I'm pretty chuffed at the moment because I've finally got my 2.6.6 kernel working.  It's based on development-sources, using a kernel-config-2.6 file provided by myself.  I have also hacked away on the genkernel script and data files to get everything just the way I like it.  I'll explain, please bear with me while I tell the story from the beginning:

My preferred setup is to have everything compiled as modules and then put any modules needed for booting, into an initrd.  This way you can support a lot of very different x86 machines, like some SCSI machines, some IDE, some 586, 686, laptops, desktops all with the same config file.  I have a lot of random machines so this is helpful.

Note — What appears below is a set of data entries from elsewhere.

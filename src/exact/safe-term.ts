import { gcdSafe } from "./integer.js";

/** A number with one term in machine integers: (n + i m) √r / d in lowest terms, r square-free, d ≥ 1; zero is 0 √1 / 1. */
export interface SafeTerm {
  readonly n: number;
  readonly m: number;
  readonly r: number;
  readonly d: number;
}

/** A complex rational number in safe integers: (re + i im) / den. */
export interface SafeParts {
  /** Numerator of the real part. */
  readonly re: number;
  /** Numerator of the imaginary part. */
  readonly im: number;
  /** ≥ 1. */
  readonly den: number;
}

/** 0. */
export const ZERO_TERM: SafeTerm = { n: 0, m: 0, r: 1, d: 1 };

const MOST = Number.MAX_SAFE_INTEGER;

/** (n + i m) √r / d in lowest terms, from safe integers with r square-free and d ≥ 1. */
export function lowestTerm(n: number, m: number, r: number, d: number): SafeTerm {
  if (n === 0 && m === 0) return ZERO_TERM;
  const common = d === 1 ? 1 : gcdSafe(gcdSafe(d, n), m);
  // + 0 turns −0 into 0
  if (common === 1) return { n: n + 0, m: m + 0, r, d };
  return { n: n / common + 0, m: m / common + 0, r, d: d / common };
}

/** Whether it is a safe integer: a sum or product that is not exact is beyond that. */
function fits(n: number): boolean {
  return n <= MOST && n >= -MOST;
}

/** x + y where both have the same root; undefined where a whole number outgrows the safe integers. */
export function addSafe(x: SafeTerm, y: SafeTerm): SafeTerm | undefined {
  if (x.d === y.d) {
    const [n, m] = [x.n + y.n, x.m + y.m];
    return fits(n) && fits(m) ? lowestTerm(n, m, x.r, x.d) : undefined;
  }
  const common = x.d === 1 || y.d === 1 ? 1 : gcdSafe(x.d, y.d);
  const [forX, forY] = [y.d / common, x.d / common];
  const d = x.d * forX;
  const [a, b, c, e] = [x.n * forX, y.n * forY, x.m * forX, y.m * forY];
  if (!(fits(d) && fits(a) && fits(b) && fits(c) && fits(e) && fits(a + b) && fits(c + e))) return undefined;
  return lowestTerm(a + b, c + e, x.r, d);
}

/** x y; undefined where a whole number outgrows the safe integers. */
export function multiplySafe(x: SafeTerm, y: SafeTerm): SafeTerm | undefined {
  let n = x.n * y.n;
  let m = 0;
  if (x.m !== 0 || y.m !== 0) {
    const [b, c, e] = [x.m * y.m, x.n * y.m, x.m * y.n];
    if (!(fits(n) && fits(b) && fits(c) && fits(e))) return undefined;
    n -= b;
    m = c + e;
  }
  let { r } = x;
  if (r === 1) r = y.r;
  else if (y.r !== 1) {
    // √r √s = g √((r/g)(s/g)) with g = gcd(r, s)
    const common = r === y.r ? r : gcdSafe(r, y.r);
    r = (r / common) * (y.r / common);
    n *= common;
    m *= common;
  }
  const d = x.d * y.d;
  return fits(n) && fits(m) && fits(r) && fits(d) ? lowestTerm(n, m, r, d) : undefined;
}

/**
 * 1 / x of x ≠ 0: d / ((n + i m) √r) = d (n − i m) √r / ((n² + m²) r); undefined where a whole number outgrows the safe
 * integers.
 */
export function invertSafe({ n, m, r, d }: SafeTerm): SafeTerm | undefined {
  if (m === 0) {
    const den = Math.abs(n) * r;
    return fits(den) ? lowestTerm(Math.sign(n) * d, 0, r, den) : undefined;
  }
  const [re, im, den] = [n * d, -m * d, (n * n + m * m) * r];
  return fits(re) && fits(im) && fits(den) ? lowestTerm(re, im, r, den) : undefined;
}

However when I look at the configs that are normally supplied as standard (Gentoo, Red Hat and others) I can see that the principle of "everything as modules" has become somewhat corrupted.  For example we normally compile keyboard, serial port, parallel port and floppy disk support, into the kernel, without making them modules.

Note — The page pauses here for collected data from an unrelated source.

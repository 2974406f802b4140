import { GoodBasisError } from "../errors.js";
import { badText, type Token, tokensOf } from "./tokens.js";

/** What the reader of expressions needs to know about numbers. */
export interface Arithmetic<T> {
  readonly i: T;
  ratio(numerator: bigint, denominator: bigint): T;
  plus(a: T, b: T): T;
  minus(a: T, b: T): T;
  times(a: T, b: T): T;
  /** Undefined for a division by zero. */
  over(a: T, b: T): T | undefined;
  /** Undefined for anything but a rational number ≥ 0. */
  sqrt(a: T): T | undefined;
  /** A whole exponent; undefined for a negative power of zero. */
  power(a: T, exponent: number): T | undefined;
}

/** Nesting of parentheses, and digits of a decimal or power exponent, beyond which a text is refused. */
const DEEPEST = 200;
const LARGEST_EXPONENT = 100_000;

/**
 * Reads a number written with fractions, decimals, i, square roots, + − × ÷, whole powers and parentheses, in plain text,
 * Unicode or LaTeX. Every number is taken exactly: "0.125" is 1/8 and "0.1" is 1/10.
 *
 * Factors side by side are multiplied ("2i", "2√3", "\frac{1}{2}\sqrt{3}"). After a division they are refused, because
 * "1/2√3" is read both ways; √ takes what follows it alone, so that "√3/2" is half of √3.
 *
 * @throws GoodBasisError `text` with `details.position`; `zero-division` - likewise
 */
export function readExpression<T>(text: string, arithmetic: Arithmetic<T>): T {
  return new Reader(text, arithmetic).whole();
}

class Reader<T> {
  readonly #text: string;
  readonly #tokens: readonly Token[];
  readonly #of: Arithmetic<T>;
  #at = 0;
  #depth = 0;

  constructor(text: string, arithmetic: Arithmetic<T>) {
    this.#text = text;
    this.#tokens = tokensOf(text);
    this.#of = arithmetic;
  }

  whole(): T {
    const [first] = this.#tokens;
    if (first?.kind === "end") throw this.#bad("it is empty");
    const value = this.#sum();
    if (this.#next.kind !== "end") throw this.#bad(`unexpected "${this.#next.text}"`);
    return value;
  }

  get #next(): Token {
    return this.#tokens[this.#at] as Token;
  }

  #bad(what: string, token = this.#next): GoodBasisError {
    return badText(this.#text, token.position, what);
  }

  /** Steps over one sign if it comes next. */
  #accept(...signs: readonly string[]): string | undefined {
    const { kind, text } = this.#next;
    if (kind !== "sign" || !signs.includes(text)) return undefined;
    this.#at++;
    return text;
  }

  #sum(): T {
    if (++this.#depth > DEEPEST) throw this.#bad(`more than ${DEEPEST} parentheses inside each other`);
    let value = this.#product();
    for (let sign = this.#accept("+", "-"); sign !== undefined; sign = this.#accept("+", "-")) {
      const term = this.#product();
      value = sign === "+" ? this.#of.plus(value, term) : this.#of.minus(value, term);
    }
    this.#depth--;
    return value;
  }

  #product(): T {
    let value = this.#signed();
    let divided = false;
    for (;;) {
      const begin = this.#next;
      const sign = this.#accept("*", "/");
      if (sign === undefined && !this.#isFactorNext()) return value;
      if (sign === undefined && begin.kind === "number") {
        throw this.#bad(`"${begin.text}" follows another factor directly; put an operator between`);
      }
      if (sign === undefined && divided) {
        const what = `"${this.#next.text}" after a division is read both ways; put parentheses or "*"`;
        throw this.#bad(what);
      }
      if (sign === "/") {
        value = this.#quotient(value, this.#signed(), begin);
        divided = true;
      } else {
        value = this.#of.times(value, sign === undefined ? this.#power() : this.#signed());
      }
    }
  }

  #quotient(a: T, b: T, at: Token): T {
    const value = this.#of.over(a, b);
    if (value !== undefined) return value;
    const message = `the exact number "${this.#text}" divides by zero at character ${at.position + 1}`;
    throw new GoodBasisError("zero-division", message, { text: this.#text, position: at.position });
  }

  /** A factor with any number of signs before it. */
  #signed(): T {
    let negative = false;
    for (let sign = this.#accept("+", "-"); sign !== undefined; sign = this.#accept("+", "-")) {
      if (sign === "-") negative = !negative;
    }
    const value = this.#power();
    return negative ? this.#of.minus(this.#of.ratio(0n, 1n), value) : value;
  }

  #isFactorNext(): boolean {
    const { kind, text } = this.#next;
    return kind === "number" || kind === "word" || (kind === "sign" && (text === "(" || text === "{"));
  }

  #power(): T {
    const begin = this.#next;
    const base = this.#atom();
    if (this.#accept("^") === undefined) return base;
    const open = this.#accept("(", "{");
    const negative = this.#accept("+", "-") === "-";
    const digits = this.#next;
    if (digits.kind !== "number" || !/^\d{1,6}$/.test(digits.text) || Number(digits.text) > LARGEST_EXPONENT) {
      throw this.#bad(`an exponent must be a whole number up to ${LARGEST_EXPONENT}`);
    }
    this.#at++;
    if (open !== undefined) this.#close(open);
    const value = this.#of.power(base, negative ? -Number(digits.text) : Number(digits.text));
    return value ?? this.#quotient(base, this.#of.ratio(0n, 1n), begin);
  }

  #close(open: string): void {
    if (this.#accept(open === "(" ? ")" : "}") !== undefined) return;
    throw this.#bad(this.#next.kind === "end" ? "a parenthesis is not closed" : `unexpected "${this.#next.text}"`);
  }

  #inParentheses(): T {
    const open = this.#accept("(", "{");
    if (open === undefined) throw this.#bad('expected "("');
    const value = this.#sum();
    this.#close(open);
    return value;
  }

  #atom(): T {
    const token = this.#next;
    if (token.kind === "number") {
      this.#at++;
      return this.#decimal(token);
    }
    if (token.kind === "sign" && (token.text === "(" || token.text === "{")) return this.#inParentheses();
    if (token.kind !== "word") {
      throw this.#bad(token.kind === "end" ? "a number is missing" : `unexpected "${token.text}"`);
    }
    this.#at++;
    if (token.text === "i") return this.#of.i;
    if (token.text === "frac") {
      const numerator = this.#inParentheses();
      return this.#quotient(numerator, this.#inParentheses(), token);
    }
    return this.#root(token);
  }

  #root(token: Token): T {
    const inner = this.#next;
    if (++this.#depth > DEEPEST) throw this.#bad(`more than ${DEEPEST} roots inside each other`);
    const radicand = inner.kind === "number" ? this.#atom() : this.#inParentheses();
    this.#depth--;
    const root = this.#of.sqrt(radicand);
    if (root !== undefined) return root;
    throw this.#bad("a square root is taken of rational numbers from 0 on only (for others write i*sqrt(…))", token);
  }

  #decimal(token: Token): T {
    const [mantissa = "", exponent = "0"] = token.text.split(/[eE]/);
    const [whole = "", places = ""] = mantissa.split(".");
    const shift = Number(exponent) - places.length;
    if (Math.abs(shift) > LARGEST_EXPONENT) throw this.#bad(`more than ${LARGEST_EXPONENT} decimal places`, token);
    const digits = BigInt(whole + places);
    return shift >= 0
      ? this.#of.ratio(digits * 10n ** BigInt(shift), 1n)
      : this.#of.ratio(digits, 10n ** BigInt(-shift));
  }
}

I decided I don't like this, because it's not generic enough.  So eventually I started looking into making a kernel where EVERYTHING is modules.  Some might say this is inconvenient, but I like the idea because it's more consistent and it avoids any tricky decisions at kernel config time.  I hate making value judgements and having to reconfigure later.

I opted for a 586 baseline, as I still have some old machines around that use K6-2 chips, et cetera.  In accordance with my philosophy I didn't include IDE support directly in the kernel, it's only modules.  I have a 586 where IDE is not used, only SCSI, so the idea is attractive to a purist like me.  This machine is now working nicely with no IDE drivers at all.

I've now rolled out the new kernel successfully to a great many different machines.  If you use the configuration supplied here, it should work on just about any desktop or notebook that you are likely to encounter (kind of like the LiveCD).  If you want to customize, you just rerun the "genkernel initrd" step, which is very fast, since no recompiling is needed.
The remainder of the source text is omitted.